Validation by Vibes - Drew Royster

If you care about the quality of your work so called "vibe coding" can feel like being Lucy at the chocolate factory. The sheer volume of code you can generate is at times overwhelming.

Claude code and recently Codex (cloud and cli versions) are incredibly good. With parallel agents you can generate huge amounts of code with them in no time at all. It will compile almost every time and generally be at least syntactically correct. When it comes to complicated features though creating "correct" code and creating the code that you wanted are two very different things.

Giving up control and trusting the agent more and more is much easier if you start with the end in mind.

Planning around verifiable expectations

Some features are very small and easy to one shot, but for bigger ones I think a more thoughtful approach would help create transparency. Here's an example process to try.

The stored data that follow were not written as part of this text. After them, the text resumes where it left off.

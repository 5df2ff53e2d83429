"""How the uncertainty of the band's position and absorptivity carries over to what is computed from its spectrum.

Both are read as two halves of normal distributions about the median, as the ranking reads them, and taken as
independent. A grid of equally probable values of each replaces random numbers: the same input gives the same output.
"""

from __future__ import annotations

from dataclasses import dataclass

import numpy as np
from orchil_schemas import HC_EV_NM, Band, FloatArray, Spread
from scipy.special import ndtri

POSITIONS, STRENGTHS = 21, 9


@dataclass(frozen=True)
class Possible:
    """Equally probable shifts (eV) of all bands and factors of all absorptivities, and the probability reported."""

    shift_ev: FloatArray
    factor: FloatArray
    coverage: float

    def spread(self, values: FloatArray) -> Spread:
        """Median and central interval of values over all shifts and factors, whatever their shape."""
        tail = (1 - self.coverage) / 2
        low, middle, high = np.quantile(values, [tail, 0.5, 1 - tail])
        return Spread(value=float(middle), low=float(low), high=float(high), coverage=self.coverage)


def possible(band: Band) -> Possible:
    """What the intervals of a band allow."""
    middle = HC_EV_NM / band.absorption_max_nm
    low, high = HC_EV_NM / band.absorption_high_nm, HC_EV_NM / band.absorption_low_nm
    logs = np.log([band.molar_absorptivity, band.molar_absorptivity_low, band.molar_absorptivity_high])
    return Possible(
        two_halves(POSITIONS, low - middle, high - middle, band.coverage),
        np.exp(two_halves(STRENGTHS, logs[1] - logs[0], logs[2] - logs[0], band.coverage)),
        band.coverage,
    )


def two_halves(count: int, low: float, high: float, coverage: float) -> FloatArray:
    """Equally probable deviations (count,) from a median whose central interval runs from ``low`` to ``high``."""
    z = ndtri((np.arange(count) + 0.5) / count)
    sigma = np.where(z < 0, -min(low, 0.0), max(high, 0.0)) / ndtri((1 + coverage) / 2)
    return np.asarray(z * sigma)


def factor_spread(value: float, band: Band) -> Spread:
    """Interval of a number that is proportional to the molar absorptivity."""
    return Spread(
        value=value,
        low=value * min(band.molar_absorptivity_low / band.molar_absorptivity, 1.0),
        high=value * max(band.molar_absorptivity_high / band.molar_absorptivity, 1.0),
        coverage=band.coverage,
    )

Chat with AI to create user stories that the feature needs to satisfy. Save those into a markdown file.
From the user stories create test examples, but not in code. It should be pseudocode in a markdown file.
Create a spec based on the user stories and test examples. Be very careful about this part since you don't want the agent to have room to make incorrect assumptions.
Finally ask it to write the code and test it step by step.
Once the feature and tests are done, refer back to the user stories and test examples and ask the agent, in a fresh context, to verify that the code meets the specs independently of the code or tests that were written.

Inspecting the results

After the code is written and tested we have a rough idea that the feature is correct, but for major changes that's likely not enough. We can do more than just review the code, we can ask the agent to create artifacts describing the change.

A great example of this is the Infographic export option on Google Gemini Deep Research results. You could read the giant wall of text with your results or you could read a well structured webpage that visually breaks things down in a much easier to understand way.

Here's an example of one I did looking for a bread maker.

A whole lot more fun to read than a wall of text.

A code reviewer will not want to read 10k lines of "ai slop", but they will happily review an infographic highlighting the changes.

The important thing to remember as we make this transition is that intelligence is a commodity now and we can leverage it to get different perspectives on the work we do collaboratively with agents. The reports, charts and graphs that scrappy startups never had time to make are a simple prompt away.

In this way we can get a birds eye view of the work that we, through our agents, are doing. The choice isn't between writing code by hand or blindly trusting the agent, we can build visibility into the work we are doing.